Götze, 28, will unbedingt die Champions League gewinnen, er sucht also einen Verein in Europa, mit dem das möglich wäre. Pfannenstiel wird in den kommenden zwei Jahren erst mal dafür sorgen müssen, dass der St. Louis City Soccer Club vorbereitet ist, wenn er 2023 sein erstes Spiel in der nordamerikanischen Profiliga MLS bestreitet. „Wie soll ich mich zwei Jahre vorher mit Mario Götze befassen?“, fragt er. Zwei Jahre übrigens, weil im Sommer 2022 der Kader stehen sollte.

Der 47 Jahre alte Bayer leistet Entwicklungshilfe, muss eine Akademie für den Nachwuchs aufbauen, Personal einstellen, Spieler sichten. Als Erstes hat er den früheren Hockey-Bundestrainer Bernhard Peters verpflichtet, den er aus fünf gemeinsamen Jahren Hoffenheim kennt. „Da passt die Chemie.“

St. Louis hat eine mehr als 100 Jahre währende Tradition im Fußball. Zum MLS-Franchise in St. Louis kam es nun, als dann die Erbinnen eines großen Autoverleihers investieren wollten. Ihre erste wichtige Verpflichtung: Pfannenstiel.

„Ich habe viele Sachen gehört, die mich stark an Hoffenheim erinnert haben“, berichtet Pfannenstiel über die Vorstellungen der Klubbesitzer. Für Hoffenheim hat er acht Jahre gearbeitet.
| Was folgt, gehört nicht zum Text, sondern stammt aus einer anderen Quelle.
"""Organic content by loss on ignition (ASTM D2974-14; BS 1377-3:1990 cl. 4)."""

from __future__ import annotations

import math
from typing import Any

import pytest

from server.engine import calculate, evaluate

DET = {"crucible_g": 21.402, "crucible_dry_g": 31.455, "crucible_ignited_g": 30.871}


def _codes(ev: Any) -> dict[str, str]:
    return {f.code: f.severity for f in ev.flags}


def test_organic_content_is_the_mass_lost_over_the_dry_mass() -> None:
    # hand-worked from BS 1377-3:1990 cl. 4 (= 100 - ash content, ASTM D2974-14 section 4.4):
    # (31.455 - 30.871) / (31.455 - 21.402) x 100 = 0.584 / 10.053 x 100 = 5.809211 %
    ev = calculate("loss-on-ignition", {"determinations": [DET], "furnace_c": 440})
    assert ev.results["organic_content"] == pytest.approx(5.809211, abs=1e-6)
    assert ev.results["organic_content_determinations"] == [pytest.approx(5.809211, abs=1e-6)]
    assert ev.flags == []


def test_the_determinations_are_averaged() -> None:
    # hand-worked as above: 0.586 / 10.059 x 100 = 5.825629 %; mean with 5.809211 is 5.817420 %
    second = {"crucible_g": 20.918, "crucible_dry_g": 30.977, "crucible_ignited_g": 30.391}
    ev = calculate("loss-on-ignition", {"determinations": [DET, second], "furnace_c": 440})
    assert ev.results["organic_content_determinations"] == [
        pytest.approx(5.809211, abs=1e-6),
        pytest.approx(5.825629, abs=1e-6),
    ]
    assert ev.results["organic_content"] == pytest.approx(5.817420, abs=1e-6)


def test_uncertainty_follows_first_order_propagation_of_the_three_weighings() -> None:
    # JCGM 100:2008 eq. 10 with a = 0.584 g lost, b = 10.053 g dry soil: sensitivities 100 (b - a)/b^2,
    # -100/b, 100 a/b^2; each weighing u = sqrt(0.01^2/12 + 0.005^2) g (the default balance)
    a, b = 0.584, 10.053
    u_mass = math.sqrt(0.01**2 / 12 + 0.005**2)
    expected = u_mass * 100 * math.sqrt(((b - a) / b**2) ** 2 + (1 / b) ** 2 + (a / b**2) ** 2)
    ev = calculate("loss-on-ignition", {"determinations": [DET], "furnace_c": 440})
    assert ev.results["uncertainty"]["organic_content"]["u"] == pytest.approx(expected, rel=1e-9)


@pytest.mark.parametrize(
    ("furnace", "flagged"),
    [
        (440, False),  # ASTM D2974-14 Method C and BS 1377-3 cl. 4
        (400, False),  # 440 - 40 °C, the edge of Method C's window (D2974-14 section 1.1.3)
        (480, False),
        (481, True),
        (550, True),  # between the two ASTM windows
        (712, False),  # 750 - 38 °C, the edge of Method D's window (D2974-14 section 1.1.4)
        (750, False),
        (800, True),
    ],
)
def test_a_furnace_outside_both_astm_windows_is_flagged_and_the_result_kept(
    furnace: float, flagged: bool
) -> None:
    ev = calculate("loss-on-ignition", {"determinations": [DET], "furnace_c": furnace})
    assert ("furnace-temperature-nonstandard" in _codes(ev)) is flagged
    assert ev.results["organic_content"] == pytest.approx(5.809211, abs=1e-6)  # same arithmetic (DESIGN.md 8)
    if flagged:
        assert _codes(ev)["furnace-temperature-nonstandard"] == "warning"


@pytest.mark.parametrize(
    ("change", "field", "words"),
    [
        ({"crucible_ignited_g": 31.500}, "crucible_ignited_g", "does not add mass"),
        ({"crucible_ignited_g": 21.000}, "crucible_ignited_g", "below the crucible"),
        ({"crucible_dry_g": 21.402}, "crucible_dry_g", "no dry soil"),
        ({"crucible_g": -0.5}, "crucible_g", "below 0 g"),
    ],
)
def test_impossible_masses_are_refused_at_their_field(change: dict[str, Any], field: str, words: str) -> None:
    ev = evaluate("loss-on-ignition", {"determinations": [{**DET, **change}], "furnace_c": 440})
    (error,) = ev.errors
    assert error.loc == ("readings", "determinations", 0, field) and words in error.message
    assert "organic_content" not in ev.results


def test_the_furnace_temperature_is_required_and_bounded() -> None:
    (error,) = evaluate("loss-on-ignition", {"determinations": [DET]}).errors
    assert (error.loc, error.kind) == (("readings", "furnace_c"), "missing")
    (error,) = evaluate("loss-on-ignition", {"determinations": [DET], "furnace_c": 0}).errors
    assert error.loc == ("readings", "furnace_c") and error.kind == "invalid"
    (error,) = evaluate("loss-on-ignition", {"determinations": [DET], "furnace_c": 4400}).errors
    assert "above 1200 °C" in error.message
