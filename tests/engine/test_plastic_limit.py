"""Plastic limit: mean of the thread determinations, the spread check, and refusals."""

from __future__ import annotations

from server.engine import calculate, evaluate

# Liu & Evett, Soil Properties: Testing, Measurement and Evaluation (plastic-limit worked example).
LIU_EVETT = [
    {"tare_g": 11.56, "wet_tare_g": 20.47, "dry_tare_g": 18.93},
    {"tare_g": 11.68, "wet_tare_g": 21.27, "dry_tare_g": 19.57},
]


def test_plastic_limit_of_the_liu_and_evett_example_is_21_2() -> None:
    # Liu & Evett worked example: 20.9 % and 21.5 % -> PL 21.2.
    ev = calculate("plastic-limit", {"determinations": LIU_EVETT})
    assert [round(w, 1) for w in ev.results["plastic_limit_determinations"]] == [20.9, 21.5]
    assert round(ev.results["plastic_limit"], 1) == 21.2


def test_flags_determinations_more_than_half_a_percent_apart() -> None:
    # BS 1377-2:1990 cl. 5: repeat when the two differ by more than 0.5 % (confirmed);
    # the Liu & Evett pair is 0.65 % apart.
    ev = calculate("plastic-limit", {"determinations": LIU_EVETT})
    assert [f.code for f in ev.flags] == ["pl-determinations-apart"]


def test_refuses_a_single_determination() -> None:
    # ASTM D4318 and BS 1377-2 cl. 5 average two determinations (confirmed).
    ev = evaluate("plastic-limit", {"determinations": LIU_EVETT[:1]})
    assert [e.loc for e in ev.errors] == [("readings", "determinations")]
    assert "plastic_limit" not in ev.results
    assert round(ev.results["plastic_limit_determinations"][0], 1) == 20.9


def test_marks_a_soil_whose_thread_cannot_be_rolled_non_plastic() -> None:
    # ASTM D4318: report NP when the plastic limit cannot be determined (confirmed).
    ev = calculate("plastic-limit", {"not_determinable": True})
    assert ev.results == {"nonplastic": True}
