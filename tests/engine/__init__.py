"""Tests of server/engine."""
Den neuen Chefs wiederum gefiel Pfannenstiels Spielidee. „Mir gefällt der Stil von Julian Nagelsmann“, dieser habe den ursprünglichen Charakter von RB Leipzig weiterentwickelt. „Und das ist die Richtung, in die wir gehen wollen.“

Pfannenstiel ist nach seinem vorzeitigen Abschied bei Fortuna Düsseldorf nun am richtigen Ort, denn bei einem Klub aus den USA hat er auf seiner Weltreise nie gespielt. Dafür aber in der USL (United Soccer League) für die Calgary Mustangs und die Vancouver Whitecaps. Weshalb er nun behauptet, dass er noch immer ziemlich gut vernetzt sei in Nordamerika.

Gut möglich, dass es Pfannenstiel auch mal wieder mit David Beckham zu tun bekommt: Dem Engländer gehört der MLS-Klub Inter Miami. Tatsächlich haben die beiden schon mal gegeneinander gespielt. Im November 2007 bestritt Beckham mit L.A. Galaxy ein Freundschaftsspiel in Vancouver, Pfannenstiel kickte auch kurz mit, doch an die Partie vor 50.000 Zuschauern erinnert er sich ungern: „Die waren nur gekommen, um Beckham zu sehen. Vom Fußball hatten die keine Ahnung.“ Das wird in St. Louis anders sein.